Various rights activists say our citizenship policy is rather too rigid.

I agree that constitution should ensure that no citizen becomes stateless, that its citizenship policy is not discriminatory and all people with entitlement enjoy equal provision of citizenship. Our constitution has ensured this. But citizenship is closely related with matters related to country’s sovereignty, protecting its population, language and culture for the posterity. New provision does not seem to guarantee this. A state is not obliged to grant citizenship to a person who does not live in this country, who has nothing to do with bloodline or descent and who seeks citizenship for opportunity values. But the new provision allows granting citizenship to just about everyone who is born or lives in Nepal, irrespective of their descent and bloodline. Don’t forget Nepal has an unregulated open border with India. Thousands of Indians enter Nepal every year. There is no system to keep record of such people, nor any system of work permit. We are becoming liberal on citizenship without considering these vital factors.

Those who speak in favor of liberal policies do so because they have money. They are not speaking on behalf of Nepalis. I would say provision in the preliminary draft was much better than the current one. Current provision allows citizenship to even those who do not technically live in Nepal, who do not speak any of Nepali languages, who do not intend to stay here and start business or join civil service but whose only aim is to serve their vested interests. Like I said, Nepal has open border with India. It cannot raise boundary walls. Why should we be so liberal in such situation? Why should millions of Indians get citizenship every ten years? No country may have as liberal citizenship provision as Nepal. Even the US grants citizenship after a long process. You do not distribute citizenships like raffle tickets. Perhaps liberal policy could be justified if we had regulated border with India, like we have with China. The current provision may have delighted India but it has nothing good for Nepal and Nepalis. We need to allow citizenships to bhumi putras (‘sons of the soil’) of Nepal, those who live in Nepal and have made Nepal their home, not to those who have one of their feet in India and other in Nepal. It seems we are bringing liberal citizenship policy not because we want it but because India wants so. We are literally granting citizenship to whoever is found in Nepal, to a large mass floating population. It won’t empower real bhumi putras of Nepal. This is why I am against it.

Let’s return to the constitution. What kind of statute are we going to get from Constituent Assembly?

Look, this constitution is a document of compromise among political parties. Experts have no say in it. So don’t expect it to be perfect. Yet politicians have tried to do their best from their level. Yes, there are political statements in it but this is perhaps because of their compulsion to show something to their constituencies. If they had involved some constitution experts in the process, it would be much better both in terms of content and syntax. But I still find provisions regarding form and size of provinces, interstate relations, financial management, relation between federal government and provincial government good. There is no apparent problem in government form as well. But constitution has failed on one fundamental aspect. That is addressing the aspiration of minorities, the marginalized communities and Dalits who have high hopes from constitution.

How so?

The constitution should have considered three key aspects: fundamental rights, electoral system and inclusion and mainstreaming of backward communities to make them feel that their concerns are being heeded. All that indigenous communities like Rais and Limbus want is their presence in the parliament. They want their chief minister to be elected from among themselves. Fundamental rights, electoral system and state demarcation should have had provision to guarantee this. This could have been done under six-province model as well, without going into ethnic model. We could have created sub-province (a province within the province system) for communities with high population density of one ethnic or caste group. We could create more than one sub-province within a province and grant those sub-provinces autonomy. This would help to address their identity concern as well.

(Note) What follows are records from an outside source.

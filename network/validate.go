package network

import (
	"fmt"
	"math"
	"strings"

	"kinetarium/network/expr"
)

// Severity grades a Problem.
type Severity int

// Severities. Errors stop Compile; warnings do not.
const (
	Error Severity = iota
	Warning
)

// String returns "error" or "warning".
func (s Severity) String() string {
	if s == Warning {
		return "warning"
	}
	return "error"
}

// Problem is one mistake or doubtful spot found by Validate.
type Problem struct {
	Severity Severity
	// Section is "compartments", "species", "parameters", "reactions" or
	// "simulation".
	Section string
	Index   int    // index of the item in its section (0-based); 0 for simulation
	Item    string // name of the item, if it has one
	Field   string // e.g. "equation", "rate.k", "initial", "t_end"; "" for the whole item
	Col     int    // 1-based column in the equation or expression; 0 if not applicable
	Message string // a plain sentence: what is wrong and what is expected
}

var sectionWord = map[string]string{
	"compartments": "compartment", "species": "species", "parameters": "parameter",
	"reactions": "reaction", "simulation": "simulation",
}

// String describes the problem with its place, e.g.
// `reaction "bind", equation, column 9: unknown species "Q"; declare it under species or fix the name`.
func (p Problem) String() string {
	var b strings.Builder
	if p.Severity == Warning {
		b.WriteString("warning: ")
	}
	word := sectionWord[p.Section]
	if word == "" {
		word = p.Section
	}
	b.WriteString(word)
	if p.Section != "simulation" {
		if p.Item != "" {
			fmt.Fprintf(&b, " %q", p.Item)
		} else {
			fmt.Fprintf(&b, " %d", p.Index+1)
		}
	}
	if p.Field != "" {
		b.WriteString(", ")
		b.WriteString(p.Field)
	}
	if p.Col > 0 {
		fmt.Fprintf(&b, ", column %d", p.Col)
	}
	b.WriteString(": ")
	b.WriteString(p.Message)
	return b.String()
}

// isName reports whether s is an identifier [A-Za-z_][A-Za-z0-9_]*.
func isName(s string) bool {
	if s == "" {
		return false
	}
	for i, r := range s {
		if !isNameStart(r) && (i == 0 || r < '0' || r > '9') {
			return false
		}
	}
	return true
}

// TimeName is the name of time in rate expressions; no species or
// parameter may use it.
const TimeName = "t"

type validator struct {
	m        *Model
	problems []Problem
	// kinds maps each declared name to where it is declared.
	kinds     map[string]nameRef
	speciesIx map[string]int
	paramIx   map[string]int
	compIx    map[string]int
	usedSp    []bool
	usedPar   []bool
}

type nameRef struct {
	section string
	index   int
}

func (v *validator) add(sev Severity, section string, index int, item, field string, col int, format string, args ...any) {
	v.problems = append(v.problems, Problem{Severity: sev, Section: section, Index: index, Item: item,
		Field: field, Col: col, Message: fmt.Sprintf(format, args...)})
}

func finite(x float64) bool { return !math.IsNaN(x) && !math.IsInf(x, 0) }

// Validate checks m and returns every problem found (errors first in model
// order, then warnings), or nil for a clean model. It never panics.
func (m *Model) Validate() []Problem {
	v := &validator{m: m, kinds: map[string]nameRef{}, speciesIx: map[string]int{},
		paramIx: map[string]int{}, compIx: map[string]int{},
		usedSp: make([]bool, len(m.Species)), usedPar: make([]bool, len(m.Parameters))}
	v.names()
	v.compartments()
	v.species()
	v.parameters()
	for i := range m.Reactions {
		v.reaction(i)
	}
	v.simulation()
	for i, s := range m.Species {
		if !v.usedSp[i] && isName(s.Name) {
			v.add(Warning, "species", i, s.Name, "", 0, "this species takes part in no reaction and appears in no rate law")
		}
	}
	for i, p := range m.Parameters {
		if !v.usedPar[i] && isName(p.Name) {
			v.add(Warning, "parameters", i, p.Name, "", 0, "this parameter is used by no rate law")
		}
	}
	// Errors before warnings, each in model order.
	var out []Problem
	for _, sev := range []Severity{Error, Warning} {
		for _, p := range v.problems {
			if p.Severity == sev {
				out = append(out, p)
			}
		}
	}
	return out
}

// HasErrors reports whether any problem is an Error.
func HasErrors(ps []Problem) bool {
	for _, p := range ps {
		if p.Severity == Error {
			return true
		}
	}
	return false
}

func (v *validator) declare(section string, index int, name string, ix map[string]int) {
	word := sectionWord[section]
	switch {
	case name == "":
		v.add(Error, section, index, "", "name", 0, "the %s needs a name", word)
		return
	case !isName(name):
		v.add(Error, section, index, name, "name", 0, "%q is not a valid name; use letters, digits and _, starting with a letter or _", name)
		return
	case name == TimeName && section != "compartments":
		v.add(Error, section, index, name, "name", 0, "the name %q is reserved for time in rate expressions; choose another", name)
		return
	case section != "compartments" && !usableInExpressions(name):
		v.add(Error, section, index, name, "name", 0, "the name %q is a function of rate expressions (exp, log, log10, sqrt, abs, min, max, pow); choose another", name)
		return
	}
	if prev, ok := v.kinds[name]; ok {
		v.add(Error, section, index, name, "name", 0, "the name %q is already used by %s %d; every species, parameter and compartment needs its own name",
			name, sectionWord[prev.section], prev.index+1)
		return
	}
	v.kinds[name] = nameRef{section, index}
	ix[name] = index
}

func (v *validator) names() {
	for i, c := range v.m.Compartments {
		v.declare("compartments", i, c.Name, v.compIx)
	}
	for i, s := range v.m.Species {
		v.declare("species", i, s.Name, v.speciesIx)
	}
	for i, p := range v.m.Parameters {
		v.declare("parameters", i, p.Name, v.paramIx)
	}
	seen := map[string]int{}
	for i, r := range v.m.Reactions {
		if strings.TrimSpace(r.Name) == "" {
			v.add(Error, "reactions", i, "", "name", 0, "the reaction needs a name")
			continue
		}
		if j, ok := seen[r.Name]; ok {
			v.add(Error, "reactions", i, r.Name, "name", 0, "the name %q is already used by reaction %d; every reaction needs its own name", r.Name, j+1)
			continue
		}
		seen[r.Name] = i
	}
}

func (v *validator) compartments() {
	for i, c := range v.m.Compartments {
		if !(c.Volume > 0) || !finite(c.Volume) {
			v.add(Error, "compartments", i, c.Name, "volume", 0, "volume %v is not allowed; expected a positive number", c.Volume)
		}
	}
}

func (v *validator) species() {
	for i, s := range v.m.Species {
		if !finite(s.Initial) || s.Initial < 0 {
			v.add(Error, "species", i, s.Name, "initial", 0, "initial concentration %v is not allowed; expected zero or a positive number", s.Initial)
		}
		if s.Compartment == "" {
			continue
		}
		if _, ok := v.compIx[s.Compartment]; ok {
			continue
		}
		if len(v.m.Compartments) == 0 && s.Compartment == DefaultCompartment {
			continue
		}
		if len(v.m.Compartments) == 0 {
			v.add(Error, "species", i, s.Name, "compartment", 0, "unknown compartment %q; the model declares no compartments, so declare it or leave the field empty", s.Compartment)
		} else {
			v.add(Error, "species", i, s.Name, "compartment", 0, "unknown compartment %q; expected one of %s", s.Compartment, v.list(v.m.Compartments))
		}
	}
}

func (v *validator) list(cs []Compartment) string {
	names := make([]string, len(cs))
	for i, c := range cs {
		names[i] = c.Name
	}
	return strings.Join(names, ", ")
}

func (v *validator) parameters() {
	for i, p := range v.m.Parameters {
		if !finite(p.Value) {
			v.add(Error, "parameters", i, p.Name, "value", 0, "value %v is not allowed; expected a finite number", p.Value)
		}
	}
}

// fieldName maps Rate fields to their file keys.
var rateFields = []struct {
	key string
	get func(*Rate) Value
}{
	{"k", func(r *Rate) Value { return r.K }},
	{"k_reverse", func(r *Rate) Value { return r.KReverse }},
	{"vmax", func(r *Rate) Value { return r.Vmax }},
	{"km", func(r *Rate) Value { return r.Km }},
	{"kcat", func(r *Rate) Value { return r.Kcat }},
	{"enzyme", func(r *Rate) Value { return r.Enzyme }},
}

func (v *validator) reaction(i int) {
	r := &v.m.Reactions[i]
	errf := func(field string, col int, format string, args ...any) {
		v.add(Error, "reactions", i, r.Name, field, col, format, args...)
	}
	eq, err := ParseEquation(r.Equation)
	eqOK := err == nil
	if err != nil {
		if se, ok := err.(*SyntaxError); ok {
			errf("equation", se.Col, "%s", se.Msg)
		} else {
			errf("equation", 0, "%v", err)
		}
	} else {
		for _, side := range [][]Term{eq.Reactants, eq.Products} {
			for _, t := range side {
				if j, ok := v.speciesIx[t.Species]; ok {
					v.usedSp[j] = true
					continue
				}
				if ref, ok := v.kinds[t.Species]; ok {
					errf("equation", t.Col, "%q is a %s, not a species; only species can react", t.Species, sectionWord[ref.section])
				} else {
					errf("equation", t.Col, "unknown species %q; declare it under species or fix the name", t.Species)
				}
			}
		}
	}
	law := r.Rate.Law
	uses := map[string]bool{}
	switch law {
	case MassAction:
		uses["k"] = true
		if eqOK && eq.Reversible {
			uses["k_reverse"] = true
		}
	case MichaelisMenten:
		uses["km"] = true
		switch {
		case r.Rate.Vmax.Set && (r.Rate.Kcat.Set || r.Rate.Enzyme.Set):
			errf("rate", 0, "michaelis_menten takes either vmax, or kcat with enzyme, not both; remove one")
			uses["vmax"], uses["kcat"], uses["enzyme"] = true, true, true
		case r.Rate.Kcat.Set || r.Rate.Enzyme.Set:
			uses["kcat"], uses["enzyme"] = true, true
		default:
			uses["vmax"] = true
		}
		if eqOK {
			if eq.Reversible {
				errf("equation", 0, "michaelis_menten applies to irreversible reactions only; use \"->\" or write the net rate as an expression")
			}
			if len(eq.Reactants) != 1 || eq.Reactants[0].Coef != 1 {
				errf("equation", 0, "michaelis_menten needs exactly one substrate with coefficient 1; use an expression law for other cases")
			}
		}
	case Expression:
		v.expression(i, r)
	case "":
		errf("rate.law", 0, "the rate law is missing; expected one of %s", strings.Join(Laws, ", "))
	default:
		errf("rate.law", 0, "unknown rate law %q; expected one of %s", law, strings.Join(Laws, ", "))
	}
	known := law == MassAction || law == MichaelisMenten || law == Expression
	for _, f := range rateFields {
		val := f.get(&r.Rate)
		field := "rate." + f.key
		if !val.Set {
			if uses[f.key] {
				switch {
				case f.key == "k_reverse":
					errf(field, 0, "mass_action on a reversible reaction needs k_reverse, the rate constant of the reverse direction")
				case f.key == "enzyme":
					errf(field, 0, "michaelis_menten with kcat needs enzyme, the species that catalyses the reaction")
				case f.key == "kcat":
					errf(field, 0, "michaelis_menten with an enzyme needs kcat, the turnover number")
				default:
					errf(field, 0, "%s needs %s; give a parameter name or a number", law, f.key)
				}
			}
			continue
		}
		if known && !uses[f.key] {
			if f.key == "k_reverse" && law == MassAction {
				errf(field, 0, "k_reverse applies to reversible reactions only; remove it or write the equation with \"<=>\"")
			} else {
				errf(field, 0, "%s does not use %s; remove it", law, f.key)
			}
			continue
		}
		if f.key == "enzyme" {
			if val.Name == "" {
				errf(field, 0, "enzyme must name a species, not a number")
			} else if j, ok := v.speciesIx[val.Name]; ok {
				v.usedSp[j] = true
			} else {
				errf(field, 0, "enzyme %q is not a species; name the species that catalyses the reaction", val.Name)
			}
			continue
		}
		if val.Name == "" {
			if !finite(val.Num) || val.Num < 0 {
				errf(field, 0, "%s = %v is not allowed; expected zero or a positive number", f.key, val.Num)
			}
			continue
		}
		if j, ok := v.paramIx[val.Name]; ok {
			v.usedPar[j] = true
			continue
		}
		if ref, ok := v.kinds[val.Name]; ok {
			errf(field, 0, "%q is a %s; %s needs a parameter name or a number", val.Name, sectionWord[ref.section], f.key)
		} else {
			errf(field, 0, "unknown parameter %q; declare it under parameters or give a number", val.Name)
		}
	}
	if law != Expression && r.Rate.Expression != "" && known {
		errf("rate.expression", 0, "%s does not use an expression; remove it or choose the expression law", law)
	}
}

func (v *validator) expression(i int, r *Reaction) {
	errf := func(col int, format string, args ...any) {
		v.add(Error, "reactions", i, r.Name, "rate.expression", col, format, args...)
	}
	if strings.TrimSpace(r.Rate.Expression) == "" {
		errf(0, "the expression law needs an expression, e.g. \"k1*A*B\"")
		return
	}
	vars, probs := analyseExpr(r.Rate.Expression)
	for _, p := range probs {
		errf(p.Col, "%s", p.Msg)
	}
	for _, name := range vars {
		if name == TimeName {
			continue
		}
		if j, ok := v.speciesIx[name]; ok {
			v.usedSp[j] = true
			continue
		}
		if j, ok := v.paramIx[name]; ok {
			v.usedPar[j] = true
			continue
		}
		col := identCol(r.Rate.Expression, name)
		if ref, ok := v.kinds[name]; ok {
			errf(col, "%q is a %s; an expression may use species, parameters and t", name, sectionWord[ref.section])
		} else {
			errf(col, "unknown name %q; declare it as a species or parameter, or fix the name", name)
		}
	}
}

// identCol returns the 1-based column (in characters) of the first whole
// identifier name in src, or 0.
func identCol(src, name string) int {
	rs := []rune(src)
	nr := []rune(name)
	for i := 0; i+len(nr) <= len(rs); i++ {
		if string(rs[i:i+len(nr)]) != name {
			continue
		}
		if i > 0 && (isNameChar(rs[i-1]) || rs[i-1] == '.') {
			continue
		}
		if e := i + len(nr); e < len(rs) && isNameChar(rs[e]) {
			continue
		}
		return i + 1
	}
	return 0
}

func (v *validator) simulation() {
	s := v.m.Simulation
	errf := func(field, format string, args ...any) {
		v.add(Error, "simulation", 0, "", field, 0, format, args...)
	}
	if s.TEnd < 0 || !finite(s.TEnd) {
		errf("t_end", "t_end = %v is not allowed; expected a positive end time", s.TEnd)
	}
	if s.RTol < 0 || s.RTol >= 1 || !finite(s.RTol) {
		errf("rtol", "rtol = %v is not allowed; expected a small positive number such as 1e-6", s.RTol)
	}
	if s.ATol < 0 || !finite(s.ATol) {
		errf("atol", "atol = %v is not allowed; expected a small positive number such as 1e-12", s.ATol)
	}
	if s.Output.Points < 0 || s.Output.Points == 1 {
		errf("output.points", "points = %d is not allowed; expected at least 2", s.Output.Points)
	}
	if s.Output.Spacing != "" && s.Output.Spacing != "linear" && s.Output.Spacing != "log" {
		errf("output.spacing", "unknown spacing %q; expected \"linear\" or \"log\"", s.Output.Spacing)
	}
	tEnd := s.WithDefaults().TEnd
	if s.Output.First < 0 || !finite(s.Output.First) || (tEnd > 0 && s.Output.First >= tEnd) {
		errf("output.first", "first = %v is not allowed; expected a positive time below t_end (%v)", s.Output.First, tEnd)
	}
	if s.Method != "" {
		ok := false
		for _, m := range Methods {
			ok = ok || s.Method == m
		}
		if !ok {
			errf("method", "unknown method %q; expected one of %s", s.Method, strings.Join(Methods, ", "))
		}
	}
}

// usableInExpressions reports whether name reads as a variable in a rate
// expression (function names such as exp do not).
func usableInExpressions(name string) bool {
	_, err := expr.Parse(name)
	return err == nil
}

It’s not that simple. Protests would erupt however you demarcated provinces.

Yes, protests happen. We may not be able to ensure provinces absolutely agreeable to all stakeholders. Those who protest do not seem to have any rationale nor do those who demarcated federal boundaries. They seem to have consulted Nepal’s map and redrawn the boundaries as they saw fit. Despite this, there is one good thing about six-province model. Politicians have tried to maintain population balance in each province. But it does not have anything substantive to offer to the real marginalized. They should have been granted at least something symbolic which they could own up and feel proud of their identity. The sub-province system could do this. The provision of special autonomous zones, protected areas can also address identity concern. It is not too late yet. Constitution can include this provision even now.

Would it be right to interpret ‘undivided’ movement as a proof of people’s fascination with existing five development regions set-up?

You can say so, to a large extent. The five-region model was good for those who are concerned about country’s indivisibility and integrity. But it has nothing to offer to those who have been historically marginalized, who feel that they have been oppressed and not represented. Six-province does not address these concerns. Take Rolpa. It is a Magar majority district. But you have put it in province six, which is the area with Khas majority. How can a Magar of Rolpa be happy with it? If it had been put together with Magar majority district or the area they feel close to they would feel good about it.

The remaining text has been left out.